> _What to produce_:
I need the lines below from the one with "(apt-get install python3-numpy" down to the one with "DEFAULT_REFERENCE = 293.15" reproduced exactly, both ends included, and nothing else.

Source data:
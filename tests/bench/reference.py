#!/usr/bin/env python3
"""The general-purpose reference for tests/bench/run.sh: a raw-form tepid network
(docs/user-guide.md, `network:`) read from the same YAML file and integrated by SciPy's
solve_ivp (BDF) at tepid's tolerances, and by a fixed-step explicit Euler scheme (numpy); both
compared with tepid's own histories (CSV). Needs Debian's python3-numpy, python3-scipy and
python3-yaml.

The model is the one src/model/network.c evaluates, written again from docs/model.md:

  state y = [T_1 .. T_n, E_src, E_lost, E_wire]  (free temperatures in declaration order, K;
            then the energy totals tepid also integrates, J, so both solvers control the error
            of the same vector with the same weights)
  C_i dT_i/dt = sum over links of the heat flowing in + the power of the sources on node i
  conduction Q = G (Ta - Tb); convection Q = h A (Ta - Tb);
  radiation  Q = eps sigma A (Ta^4 - Tb^4)  (kelvin)
  sources    P = duty * power, or P = duty * V^2 / R(T), R(T) = R0 (1 + tempco (T - reference))
             (R floored at R0/100, as tepid does)
  dE_src/dt = sum P, dE_lost/dt = heat into fixed nodes, dE_wire/dt = 0 (no wiring in the raw
  form)

Tolerances: rtol = run.tolerance (default 1e-6) and atol = rtol * 10 K on temperatures,
rtol * 1 J on the energy totals: src/solve/integrate.c TP_ATOL_KELVIN and TP_ATOL_JOULE.

Control (docs/control.md): the controller samples the sensor node at t = 0, period, 2 period, ...
and holds its output (zero-order hold). on-off: off when the reading >= setpoint + band/2, on
when <= setpoint - band/2, else unchanged; at t = 0 on when the reading is below the setpoint.
pid: src/model/control.c's positional PID (integral clamped to [0, 1], derivative on the reading).
Two ways to integrate across the ticks are timed:
  tick     solve_ivp from each tick to the next with the duty held: what a general-purpose
           user writes; every tick restarts BDF at order 1 with a new Jacobian
  restart  scipy's BDF stepper (the class solve_ivp drives) continued across ticks, the state
           at a tick taken from its dense output, restarted only where the duty changes: the
           strategy of tepid's own driver, so this compares the solvers themselves

Units understood (the subset make_raw_grid.py and configs/raw-five-node.yaml use): absolute
temperatures degC and K; intervals K and degC; s, ms, min, h; J/K, kJ/K; W/K; W/(m2.K); m2,
cm2, mm2; W, kW; V; ohm, kohm; 1/K; 1/(K.s); s/K; bare numbers for emissivity, tolerance and
dimensionless keys. Anything else is refused with the key named.

  reference.py CONFIG --tepid-csv F [--ref-csv F --tepid-seconds S --tepid-rhs N] [--euler]
               [--modes tick,restart] [--runs 5] [--budget 120] [--name NAME] [--json OUT]
  reference.py summarise --csv OUT.csv [--scaling SCALING.csv] [--load LOAD.csv] JSON...
               (the CSV and the Markdown tables of run.sh from the JSON results)
"""
import argparse
import json
import math
import re
import statistics
import sys
import time
from fractions import Fraction

try:
    import numpy as np
    import scipy
    import scipy.sparse as sp
    from scipy.integrate import BDF, solve_ivp
    import yaml
except ImportError as e:  # run.sh checks first; this is for direct use
    sys.stderr.write("reference.py: %s (apt-get install python3-numpy python3-scipy "
                     "python3-yaml)\n" % e)
    sys.exit(2)

SIGMA = 5.670374419e-8   # W/(m2.K4), Stefan-Boltzmann (CODATA 2018), as src/model/radiation.h
ATOL_KELVIN = 10.0       # K, src/solve/integrate.c TP_ATOL_KELVIN
ATOL_JOULE = 1.0         # J, src/solve/integrate.c TP_ATOL_JOULE
DEFAULT_RTOL = 1.0e-6    # src/input/config.c TP_DEFAULT_RTOL
DEFAULT_STEP = 1.0       # s, src/input/config.c TP_DEFAULT_STEP
DEFAULT_DURATION = 1800.0  # s, src/input/config.c TP_DEFAULT_DURATION
DEFAULT_PERIOD = 1.0     # s
DEFAULT_BAND = 2.0       # K
DEFAULT_REFERENCE = 293.15  # K, 20 degC
R_FLOOR = 1.0e-2         # -, src/model/network.c TP_R_FLOOR
DENSE_MAX = 12           # free nodes up to which the Jacobian goes dense (src/solve/integrate.h)
KELVIN_0C = 273.15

> _Response to this exercise_:
    sys.stderr.write("reference.py: %s (apt-get install python3-numpy python3-scipy "
                     "python3-yaml)\n" % e)
    sys.exit(2)

SIGMA = 5.670374419e-8   # W/(m2.K4), Stefan-Boltzmann (CODATA 2018), as src/model/radiation.h
ATOL_KELVIN = 10.0       # K, src/solve/integrate.c TP_ATOL_KELVIN
ATOL_JOULE = 1.0         # J, src/solve/integrate.c TP_ATOL_JOULE
DEFAULT_RTOL = 1.0e-6    # src/input/config.c TP_DEFAULT_RTOL
DEFAULT_STEP = 1.0       # s, src/input/config.c TP_DEFAULT_STEP
DEFAULT_DURATION = 1800.0  # s, src/input/config.c TP_DEFAULT_DURATION
DEFAULT_PERIOD = 1.0     # s
DEFAULT_BAND = 2.0       # K
DEFAULT_REFERENCE = 293.15  # K, 20 degC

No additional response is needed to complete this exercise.